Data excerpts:
-- Opening Marker --

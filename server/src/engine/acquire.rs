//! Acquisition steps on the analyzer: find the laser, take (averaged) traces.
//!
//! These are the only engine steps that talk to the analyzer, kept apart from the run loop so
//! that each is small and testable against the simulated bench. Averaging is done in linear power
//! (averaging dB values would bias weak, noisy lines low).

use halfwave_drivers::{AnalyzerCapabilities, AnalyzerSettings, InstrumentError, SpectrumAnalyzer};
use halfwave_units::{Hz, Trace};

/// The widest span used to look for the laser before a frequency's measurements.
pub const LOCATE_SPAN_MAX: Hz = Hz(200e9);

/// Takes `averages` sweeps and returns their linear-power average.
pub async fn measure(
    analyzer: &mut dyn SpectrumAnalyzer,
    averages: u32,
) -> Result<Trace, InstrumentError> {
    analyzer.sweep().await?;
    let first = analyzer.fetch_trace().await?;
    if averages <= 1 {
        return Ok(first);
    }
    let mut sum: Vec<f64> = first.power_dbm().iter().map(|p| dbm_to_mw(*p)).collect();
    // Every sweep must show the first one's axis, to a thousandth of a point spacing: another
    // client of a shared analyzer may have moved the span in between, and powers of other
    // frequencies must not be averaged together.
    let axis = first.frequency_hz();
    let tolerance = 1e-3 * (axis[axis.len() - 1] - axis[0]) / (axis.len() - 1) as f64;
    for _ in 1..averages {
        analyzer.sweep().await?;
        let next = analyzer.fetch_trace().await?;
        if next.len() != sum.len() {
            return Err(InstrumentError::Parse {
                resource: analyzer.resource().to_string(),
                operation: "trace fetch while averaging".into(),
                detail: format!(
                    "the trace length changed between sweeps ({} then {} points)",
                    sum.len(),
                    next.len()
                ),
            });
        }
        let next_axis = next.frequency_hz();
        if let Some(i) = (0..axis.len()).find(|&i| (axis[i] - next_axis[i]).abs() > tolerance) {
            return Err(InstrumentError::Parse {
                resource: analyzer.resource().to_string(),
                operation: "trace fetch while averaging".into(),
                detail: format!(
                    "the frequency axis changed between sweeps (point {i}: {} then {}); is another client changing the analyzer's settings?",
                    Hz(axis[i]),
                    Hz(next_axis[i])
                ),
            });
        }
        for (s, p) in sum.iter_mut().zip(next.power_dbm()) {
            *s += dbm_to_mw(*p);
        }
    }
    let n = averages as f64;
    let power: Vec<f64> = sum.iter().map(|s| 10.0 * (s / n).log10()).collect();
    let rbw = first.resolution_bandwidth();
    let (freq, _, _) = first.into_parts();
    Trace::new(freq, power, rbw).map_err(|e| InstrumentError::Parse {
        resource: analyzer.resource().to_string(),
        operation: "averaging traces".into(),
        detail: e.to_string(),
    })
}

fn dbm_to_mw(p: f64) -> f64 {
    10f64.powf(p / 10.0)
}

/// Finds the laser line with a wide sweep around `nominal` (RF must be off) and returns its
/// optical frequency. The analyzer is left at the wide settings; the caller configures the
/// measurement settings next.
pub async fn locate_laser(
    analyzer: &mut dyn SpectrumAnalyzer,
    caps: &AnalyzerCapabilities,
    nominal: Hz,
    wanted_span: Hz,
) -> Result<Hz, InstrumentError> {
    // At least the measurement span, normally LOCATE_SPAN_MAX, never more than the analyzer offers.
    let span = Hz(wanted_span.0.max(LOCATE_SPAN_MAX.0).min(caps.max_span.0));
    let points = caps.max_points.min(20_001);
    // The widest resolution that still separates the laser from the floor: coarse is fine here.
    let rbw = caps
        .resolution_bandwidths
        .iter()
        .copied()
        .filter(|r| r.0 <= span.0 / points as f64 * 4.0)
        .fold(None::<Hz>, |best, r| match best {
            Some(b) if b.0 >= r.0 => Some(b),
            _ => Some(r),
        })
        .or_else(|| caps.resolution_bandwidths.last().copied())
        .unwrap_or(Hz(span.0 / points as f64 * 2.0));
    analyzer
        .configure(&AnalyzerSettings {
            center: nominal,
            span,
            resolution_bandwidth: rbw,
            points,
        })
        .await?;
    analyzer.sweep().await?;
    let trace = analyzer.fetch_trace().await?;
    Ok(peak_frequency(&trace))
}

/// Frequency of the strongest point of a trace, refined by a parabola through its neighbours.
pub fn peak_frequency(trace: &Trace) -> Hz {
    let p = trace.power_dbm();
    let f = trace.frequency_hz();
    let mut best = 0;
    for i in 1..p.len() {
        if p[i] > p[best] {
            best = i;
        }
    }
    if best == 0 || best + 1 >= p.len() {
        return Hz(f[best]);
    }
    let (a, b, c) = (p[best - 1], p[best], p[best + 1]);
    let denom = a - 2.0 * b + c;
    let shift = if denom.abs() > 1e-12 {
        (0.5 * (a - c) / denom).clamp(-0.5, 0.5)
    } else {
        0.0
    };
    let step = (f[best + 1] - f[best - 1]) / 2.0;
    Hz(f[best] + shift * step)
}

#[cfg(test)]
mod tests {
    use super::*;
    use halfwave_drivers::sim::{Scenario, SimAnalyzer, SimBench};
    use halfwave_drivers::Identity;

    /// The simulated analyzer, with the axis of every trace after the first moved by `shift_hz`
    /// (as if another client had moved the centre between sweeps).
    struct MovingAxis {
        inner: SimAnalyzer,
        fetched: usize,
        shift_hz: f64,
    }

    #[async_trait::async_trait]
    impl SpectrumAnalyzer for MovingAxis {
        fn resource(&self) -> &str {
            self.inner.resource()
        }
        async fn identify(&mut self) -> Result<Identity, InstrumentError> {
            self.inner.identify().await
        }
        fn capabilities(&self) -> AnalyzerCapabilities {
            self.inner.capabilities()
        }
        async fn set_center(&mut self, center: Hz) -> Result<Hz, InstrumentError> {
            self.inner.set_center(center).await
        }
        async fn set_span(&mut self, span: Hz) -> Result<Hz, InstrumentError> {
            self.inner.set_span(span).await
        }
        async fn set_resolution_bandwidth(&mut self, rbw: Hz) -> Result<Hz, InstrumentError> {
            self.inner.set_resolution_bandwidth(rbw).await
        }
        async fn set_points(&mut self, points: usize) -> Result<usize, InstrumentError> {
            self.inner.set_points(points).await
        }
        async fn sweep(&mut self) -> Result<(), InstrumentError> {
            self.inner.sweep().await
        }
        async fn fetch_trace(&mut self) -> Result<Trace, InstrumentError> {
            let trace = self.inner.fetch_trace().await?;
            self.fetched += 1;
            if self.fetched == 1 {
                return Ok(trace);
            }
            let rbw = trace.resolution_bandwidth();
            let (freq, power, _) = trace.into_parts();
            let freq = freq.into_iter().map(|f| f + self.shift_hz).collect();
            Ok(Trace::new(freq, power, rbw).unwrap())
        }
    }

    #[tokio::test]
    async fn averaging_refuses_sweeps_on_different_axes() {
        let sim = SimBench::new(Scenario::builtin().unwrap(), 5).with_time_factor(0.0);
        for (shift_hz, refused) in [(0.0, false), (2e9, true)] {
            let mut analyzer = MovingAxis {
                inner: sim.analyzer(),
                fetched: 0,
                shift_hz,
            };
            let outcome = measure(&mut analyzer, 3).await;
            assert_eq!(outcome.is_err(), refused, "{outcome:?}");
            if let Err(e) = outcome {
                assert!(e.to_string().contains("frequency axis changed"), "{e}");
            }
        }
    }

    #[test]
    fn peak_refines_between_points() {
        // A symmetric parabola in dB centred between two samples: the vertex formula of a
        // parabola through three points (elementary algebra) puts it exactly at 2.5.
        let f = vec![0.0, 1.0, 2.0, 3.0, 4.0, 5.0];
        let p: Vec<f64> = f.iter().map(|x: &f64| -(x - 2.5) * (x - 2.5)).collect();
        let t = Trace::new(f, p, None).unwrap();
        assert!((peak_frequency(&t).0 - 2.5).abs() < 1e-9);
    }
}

-- Closing Marker --

ASSIGNMENT — Which lines of the data above contain "denom"? Copy each one.

ANSWER AREA —
    let denom = a - 2.0 * b + c;
    let shift = if denom.abs() > 1e-12 {
        (0.5 * (a - c) / denom).clamp(-0.5, 0.5)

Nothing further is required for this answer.